"""The test report: its counts add up, every verdict is told, and any text is held."""

from xml.etree import ElementTree as ET

import pytest
from hypothesis import given
from hypothesis import strategies as st

from bandbook.records import Record
from bandbook.report import Entry, report_bytes

COUNTS = {"tests": "testcase", "failures": "failure", "errors": "error", "skipped": "skipped"}


def row(name: str, *, agrees: bool = True, found: float | None = 1.4, note: str = "closed form") -> dict[str, object]:
    basis = {"source": None, "note": note}
    return {"quantity": name, "value": 1.5, "within": 0.01, "found": found, "unit": "eV", "agrees": agrees, **basis}


def record(*rows: dict[str, object]) -> Record:
    return Record("a", "A", "sha256:0", (), rows, (), (), {}, {})


def parsed(*entries: Entry, title: str = "Book") -> ET.Element:
    return ET.fromstring(report_bytes(title, entries))  # noqa: S314 - our own report


def test_a_suite_a_case_and_a_test_case_a_value() -> None:
    rows = (row("bands.gap"), row("bands.total_width", agrees=False), row("levels.gap", agrees=False, found=None))
    root = parsed(
        Entry("a/b", "content/cases/a/b.md", record(*rows)),
        Entry("broken", "content/cases/broken.md", None, ("broken.md:3: first", "broken.md:4: second")),
        Entry("bare", "content/cases/bare.md", record()),
    )
    assert [suite.get("name") for suite in root] == ["a/b", "broken", "bare"]
    assert [root.get(name) for name in COUNTS] == ["5", "2", "1", "1"]
    for level in (root, *root):
        assert {name: level.get(name) for name in COUNTS} == {
            name: str(len(list(level.iter(tag)))) for name, tag in COUNTS.items()
        }
    width = root[0][1]
    assert (width.get("classname"), width.get("name")) == ("a/b", "bands.total_width")
    assert width[0].get("message") == "found 1.4, reference value 1.5 within 0.01"
    assert width[0].text == "found: 1.4 eV\nvalue: 1.5 eV\nwithin: 0.01\nnote: closed form"
    assert root[0][2][0].get("message") == "no answer, reference value 1.5 within 0.01"
    assert root[1][0][0].text == "broken.md:3: first\nbroken.md:4: second"


def test_a_value_that_agrees_carries_nothing() -> None:
    assert list(parsed(Entry("a", "a.md", record(row("bands.gap"))))[0][0]) == []


def test_a_mistake_found_after_the_run_is_an_error_beside_the_values() -> None:
    (suite,) = parsed(Entry("a", "a.md", record(row("bands.gap")), ("a.md:9: unknown quantity",)))
    assert [suite.get(name) for name in COUNTS] == ["2", "0", "1", "0"]


@given(st.text(), st.text(alphabet=st.characters(codec="utf-8"), min_size=1))
def test_any_text_is_held(note: str, title: str) -> None:
    root = parsed(Entry("a", "a.md", record(row("x.y", agrees=False, note=note)), (note,)), title=title)
    assert root.tag == "testsuites"


@pytest.mark.parametrize("sign", ["\x00", "\x1b", "\ufffe", "\ud800", "]]>", '"&<'])
def test_signs_that_xml_cannot_hold_are_written_out(sign: str) -> None:
    text = parsed(Entry("a", "a.md", record(row("x.y", agrees=False, note=f"a{sign}b"))))[0][0][0].text or ""
    assert text.endswith(f"a{sign}b" if sign.isprintable() else f"a{sign.encode('unicode_escape').decode()}b")


def test_the_same_run_gives_the_same_bytes() -> None:
    entries = [Entry("a", "a.md", record(row("x.y")))]
    assert report_bytes("Book", entries) == report_bytes("Book", entries)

### EXERCISE AIM
From the entries above, copy every line that holds the word "name".

### SOLUTION BELOW
def row(name: str, *, agrees: bool = True, found: float | None = 1.4, note: str = "closed form") -> dict[str, object]:
    return {"quantity": name, "value": 1.5, "within": 0.01, "found": found, "unit": "eV", "agrees": agrees, **basis}
    assert [suite.get("name") for suite in root] == ["a/b", "broken", "bare"]
    assert [root.get(name) for name in COUNTS] == ["5", "2", "1", "1"]
        assert {name: level.get(name) for name in COUNTS} == {
            name: str(len(list(level.iter(tag)))) for name, tag in COUNTS.items()
    assert (width.get("classname"), width.get("name")) == ("a/b", "bands.total_width")
    assert [suite.get(name) for name in COUNTS] == ["2", "0", "1", "0"]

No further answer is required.